Pour Mirage rock, on a été assez créatif pour faire quelque chose qui n'était pas attendu de nous. En tant que fan de musique et curieux de nature, c'était génial de travailler avec Glyn Johns, de remonter dans le temps pour observer ses méthodes et de voir ce que ça fait ressortir dans notre musique. Même si ça ne colle pas directement avec un auditoire plus rock indé, je n'en ai vraiment rien à foutre. C'était important pour nous d'avoir un sentiment de sérénité et d'avoir un but. Ça ne plaît pas toujours à tout le monde, mais on le fait pour nous aussi.

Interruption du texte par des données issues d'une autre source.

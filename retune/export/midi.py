"""The exporter `midi`: a Standard MIDI File that sounds just on every synth that obeys bends.

Format 1, a conductor track and a track a part. Each note takes the key nearest its tuned pitch
and a small bend; the bend range is set by RPN 0 on every channel, so that the file sounds alike
everywhere. What is written is read back and compared with the tuned pitches.
"""

from __future__ import annotations

from collections.abc import Iterator, Sequence
from dataclasses import dataclass, field
from enum import StrEnum
from typing import ClassVar

from retune.adapters.midi import RawMidi, write_midi_file
from retune.errors import OutputError, Place
from retune.export.base import OutputFile
from retune.export.bend import DEFAULT_RANGE
from retune.export.midi_channels import Channels, PartNeeds, allot, percussion
from retune.export.midi_check import check_midi
from retune.export.midi_conductor import conductor, slowest_tempo_lost
from retune.export.midi_plan import PlannedNote, Planner
from retune.export.midi_return import returned, source_of
from retune.export.midi_return_check import check_returned
from retune.export.midi_tracks import CENTRE, pan, part_tracks, volume
from retune.export.names import safe_name
from retune.export.options import require_allowed
from retune.export.ticks import Ticks, ticks_for
from retune.score.model import Part, PartKind, Score
from retune.score.titles import part_titles
from retune.tracks.take import Strip, Take

VOICE_OOHS = 53
"""General MIDI program of sung parts, counting from 0. Its neighbour 52, choir aahs, is up to
42 cents out of tune in a common sound font, which no just third outlives."""

_PAN_WIDTH = 16
"""Voices stand this far to either side at most: enough to tell them apart."""


class Source(StrEnum):
    """What is made of a score that came as MIDI."""

    AUTO = "auto"
    NEW = "new"


@dataclass(frozen=True, slots=True)
class MidiOptions:
    """Options of the exporter."""

    channels: Channels = field(
        default=Channels.AUTO,
        metadata={"help": "channels a part: two, one, or auto for two while they fit"},
    )
    bend_range: int = field(
        default=DEFAULT_RANGE,
        metadata={"help": "pitch bend range in semitones", "least": 1, "most": 24},
    )
    glide_ms: float = field(
        default=40.0,
        metadata={
            "help": "milliseconds in which a held note moves to a new pitch",
            "least": 0,
            "most": 1000,
        },
    )
    source: Source = field(
        default=Source.AUTO,
        metadata={"help": "auto gives a MIDI file back as it came, retuned; new writes it anew"},
    )
    program: int = field(
        default=VOICE_OOHS,
        metadata={
            "help": "General MIDI program of the voices, counting from 0",
            "least": 0,
            "most": 127,
        },
    )


class MidiExporter:
    """Writes each take as one MIDI file."""

    name: ClassVar[str] = "midi"
    summary: ClassVar[str] = "MIDI with pitch bend on a channel or two a part; plays on any synth"
    suffixes: ClassVar[tuple[str, ...]] = (".mid",)
    Options: ClassVar[type[MidiOptions]] = MidiOptions

    def export(self, takes: Sequence[Take], options: MidiOptions) -> Iterator[OutputFile]:
        """Yield a file a take.

        Raises
        ------
        OutputError
            More different bends sound at once than MIDI has channels, or a pitch is beyond
            its keys; bar and beat are named.
        WishError
            An option is out of its range.
        """
        require_allowed(self.name, options)
        for take in takes:
            yield _returned_file(take, options) or _file_of(take, options)


def _file_of(take: Take, options: MidiOptions) -> OutputFile:
    played = take.played
    score = played.score
    if not take.tuned.score.notes:
        raise OutputError("there is no note to write as MIDI", Place(score.file))
    ticks = ticks_for(played)
    strips = _strips(take)
    planned = Planner(played, ticks, options.bend_range, options.glide_ms / 1000.0).notes(strips)
    by_part: dict[int, list[PlannedNote]] = {index: [] for index in strips}
    for note in planned:
        by_part[note.part].append(note)
    clicks = [index for index in strips if score.parts[index].kind is PartKind.CLICK]
    needs = [
        PartNeeds(notes, _program(score.parts[index], options.program), score.parts[index].tuned)
        for index, notes in by_part.items()
        if index not in clicks
    ]
    allotment = allot(score, needs, options.channels)
    lanes = [*allotment.lanes, *(percussion(by_part[index]) for index in clicks)]
    end = max(ticks.at(score.end), *(note.off for note in planned))
    titles = part_titles(score)
    names = {index: titles[index] for index in strips}
    tracks = part_tracks(names, lanes, _mix(score, strips), options.bend_range, end)
    data = write_midi_file(RawMidi(1, ticks.division, (conductor(score, ticks, end), *tracks)))
    return OutputFile(
        _file_name(take),
        data,
        "; ".join([allotment.note, *_remarks(score, ticks)]),
        lambda found: check_midi(found, played, options.bend_range, tuple(strips)),
    )


def _returned_file(take: Take, options: MidiOptions) -> OutputFile | None:
    """The user's own MIDI file, retuned; None where the score did not come as one."""
    if take.lead_in is not None or take.strips or options.source is Source.NEW:
        return None
    tuned = take.tuned
    raw = source_of(tuned)
    if raw is None:
        return None
    made = returned(tuned, raw, options.bend_range, options.glide_ms / 1000.0, options.channels)
    shift = tuned.score.transposition.semitones
    return OutputFile(
        _file_name(take),
        write_midi_file(made.raw),
        made.note,
        lambda found: check_returned(found, raw, made.instruments, made.bend_range, shift),
    )


def _strips(take: Take) -> dict[int, Strip]:
    """How each part that sounds stands in the mix, by part."""
    found = {part.index: take.strip(part.index) for part in take.played.score.parts}
    return {index: strip for index, strip in found.items() if strip is not None}


def _mix(score: Score, strips: dict[int, Strip]) -> dict[int, tuple[int, int]]:
    """Volume and pan of each part as MIDI has them."""
    plain = all(strip == Strip() for strip in strips.values())
    pans = dict(enumerate(_pans(score))) if plain else {}
    return {
        index: (volume(strip.gain_db), pans.get(index, pan(strip.pan)))
        for index, strip in strips.items()
    }


def _program(part: Part, voices: int) -> int:
    """The file's own program for instruments; singers get one that is in tune."""
    return voices if part.tuned or part.program is None else part.program


def _pans(score: Score) -> list[int]:
    """Voices from left to right in score order, accompaniment in the middle."""
    voices = [part.index for part in score.parts if part.tuned]
    pans = [CENTRE] * len(score.parts)
    if len(voices) > 1:
        for place, index in enumerate(voices):
            pans[index] = CENTRE - _PAN_WIDTH + 2 * _PAN_WIDTH * place // (len(voices) - 1)
    return pans


def _remarks(score: Score, ticks: Ticks) -> Iterator[str]:
    """What the file states less exactly than the score does."""
    if ticks.error:
        microseconds = 1e6 * float(ticks.error) * 60.0 / float(score.tempo.changes[0].qpm)
        yield f"onsets within {microseconds:.0f} microseconds, as no MIDI division holds them all"
    if slowest_tempo_lost(score):
        yield "a tempo under 3.6 quarter notes a minute is written as 3.6, the slowest there is"


def _file_name(take: Take) -> str:
    folders = ["midi", *([safe_name(take.folder)] if take.folder else [])]
    stem = safe_name(take.tuned.score.stem)
    return "/".join([*folders, f"{safe_name(take.name)} - {stem}.mid"])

Je crois que d'importantes leçons ont été apprises tout au long du parcours, que ce soit pour Infinite arms avec le début de la collaboration avec les autres membres du groupe, Cease to begin qui était 100% solo sans Mat Brooke, Mirage rock qui était un peu un exercice de genre, jusqu'à Why are you OK, qui nous ramène à une vue d'ensemble de toutes nos influences.
Mec, je ne sais pas si ça répond à ta question, mais je n'ai jamais pensé que tout cela arriverait et maintenant que j'y pense, je suis ravi d'avoir pris toutes ces décisions. Tu viens de provoquer chez moi un sentiment de réconfort, de satisfaction vis-à-vis de tous cela, y compris les périodes plus creuses.